ENERGY PARTITIONING IN THE REACTION 2H2+O2-]2H2O ON PD(111)

(2 + 1)-Photon resonance-enhanced multiphoton ionization (REMPI) has been used to detect desorbed H2O molecules in a state-specific manner. We have studied the reaction on Pd(111) at temperatures between 500 and 700 K in the regime of low oxygen coverages (<0.05 ML) resulting from adsorption of ambient O2. D2 is dosed using a supersonic molecular beam with pulse fluxes resulting in stoichiometric coverages of D and O atoms. We find that D2O molecules are desorbed with a translational energy of ca. 300 K with weak, if any, dependence on the surface temperature. The angular distribution is nearly cosine in form.

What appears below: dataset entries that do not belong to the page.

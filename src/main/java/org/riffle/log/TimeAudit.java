package org.riffle.log;

import java.util.ArrayList;
import java.util.List;
import java.util.Locale;

/**
 * Checks a time column as read and infers its nominal rate; it changes nothing. The rate is 1 / the
 * median step. A step above {@link #GAP_FACTOR} times the median is a gap (1.5: halfway between one
 * step and two, so a single lost sample is reported while timing jitter of up to half a step is not);
 * a zero step is a duplicate; a negative one a backward step (clock set back, logger restart, the
 * autumn daylight-saving change in local time). At most {@link #MAX_LISTED} issues are listed; the
 * notes give the totals.
 *
 * <p>The median is found with Hoare's selection algorithm (Hoare 1961, CACM 4(7):321, "Algorithm 65:
 * find") on a copy of the steps, in linear expected time. Stateless and thread-safe.
 */
final class TimeAudit {
    /** A step above this many median steps is a gap. */
    static final double GAP_FACTOR = 1.5;
    /** Most issues listed in a recording. */
    static final int MAX_LISTED = 10_000;

    private TimeAudit() {
    }

    /** The audit of one time column. */
    record Result(double rateHz, double medianStep, List<TimeIssue> issues, List<String> notes) {
    }

    static Result audit(double[] t, RowLines lines) {
        return audit(t, t.length, lines, -1);
    }

    /**
     * As {@link #audit(double[], RowLines)} for the first {@code n} times of {@code t}, leaving out the
     * step into row {@code join} (where a reduced
     * log's two windows meet; -1 for none): it is no step of the clock.
     */
    static Result audit(double[] t, int n, RowLines lines, int join) {
        List<String> notes = new ArrayList<>();
        if (n < 2) {
            notes.add("only " + n + " row: the sample rate cannot be inferred (1 Hz shown)");
            return new Result(1, Double.NaN, List.of(), notes);
        }
        double[] steps = new double[n - 1];
        int positive = 0;
        for (int i = 1; i < n; i++) {
            double s = t[i] - t[i - 1];
            if (s > 0 && i != join) {
                steps[positive++] = s;
            }
        }
        if (positive == 0) {
            notes.add("no time step is positive: the sample rate cannot be inferred (1 Hz shown)");
            return new Result(1, Double.NaN, issues(t, n, lines, Double.POSITIVE_INFINITY, join, notes), notes);
        }
        double median = median(steps, positive);
        List<TimeIssue> issues = issues(t, n, lines, GAP_FACTOR * median, join, notes);
        return new Result(1 / median, median, issues, notes);
    }

    private static List<TimeIssue> issues(double[] t, int n, RowLines lines, double gapAbove, int join,
                                          List<String> notes) {
        List<TimeIssue> out = new ArrayList<>();
        int[] count = new int[TimeIssue.Kind.values().length];
        for (int i = 1; i < n; i++) {
            if (i == join) {
                continue;
            }
            double s = t[i] - t[i - 1];
            TimeIssue.Kind k = s < 0 ? TimeIssue.Kind.BACKWARD : s == 0 ? TimeIssue.Kind.DUPLICATE
                    : s > gapAbove ? TimeIssue.Kind.GAP : null;
            if (k != null) {
                count[k.ordinal()]++;
                if (out.size() < MAX_LISTED) {
                    out.add(new TimeIssue(k, i, lines.line(i), s));
                }
            }
        }
        int total = count[0] + count[1] + count[2];
        if (total > 0) {
            List<String> parts = new ArrayList<>();
            if (count[0] > 0) {
                parts.add(String.format(Locale.ROOT, "%d %s (steps above %.3g s)", count[0],
                        count[0] == 1 ? "gap" : "gaps", gapAbove));
            }
            if (count[1] > 0) {
                parts.add(count[1] + (count[1] == 1 ? " duplicate timestamp" : " duplicate timestamps"));
            }
            if (count[2] > 0) {
                parts.add(count[2] + (count[2] == 1 ? " backward step" : " backward steps"));
            }
            notes.add("time: " + String.join(", ", parts) + (total > MAX_LISTED ? "; the first " + MAX_LISTED
                    + " are listed" : ""));
        }
        return out;
    }

    /** The median of {@code a[0, n)} (the mean of the two middle values when n is even); reorders a. */
    static double median(double[] a, int n) {
        double hi = select(a, 0, n - 1, n / 2);
        if ((n & 1) == 1) {
            return hi;
        }
        double lo = a[0];
        for (int i = 1; i < n / 2; i++) {
            lo = Math.max(lo, a[i]);
        }
        return (lo + hi) / 2;
    }

    /** Puts the k-th smallest of a[lo..hi] at a[k], smaller ones before it; returns it. */
    private static double select(double[] a, int lo, int hi, int k) {
        while (lo < hi) {
            double pivot = a[lo + (hi - lo) / 2];
            int i = lo;
            int j = hi;
            while (i <= j) {
                while (a[i] < pivot) {
                    i++;
                }
                while (a[j] > pivot) {
                    j--;
                }
                if (i <= j) {
                    double x = a[i];
                    a[i] = a[j];
                    a[j] = x;
                    i++;
                    j--;
                }
            }
            if (k <= j) {
                hi = j;
            } else if (k >= i) {
                lo = i;
            } else {
                break;
            }
        }
        return a[k];
    }
}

The spectroscopic data indicate that the D2O is desorbed with an average energy in the rotational degree of freedom close to the surface temperature. Experiments probing vibrationally excited states yielded negative results setting an upper limit for their population. These data show that most of the excess energy of the final OD + D reaction step of ca. 100 kJ mol-1 is not channelled into any of the degrees of freedom of the desorbed molecules. The data are interpreted such that the product water molecules reside on the surface for a time sufficient to dissipate most of the energy.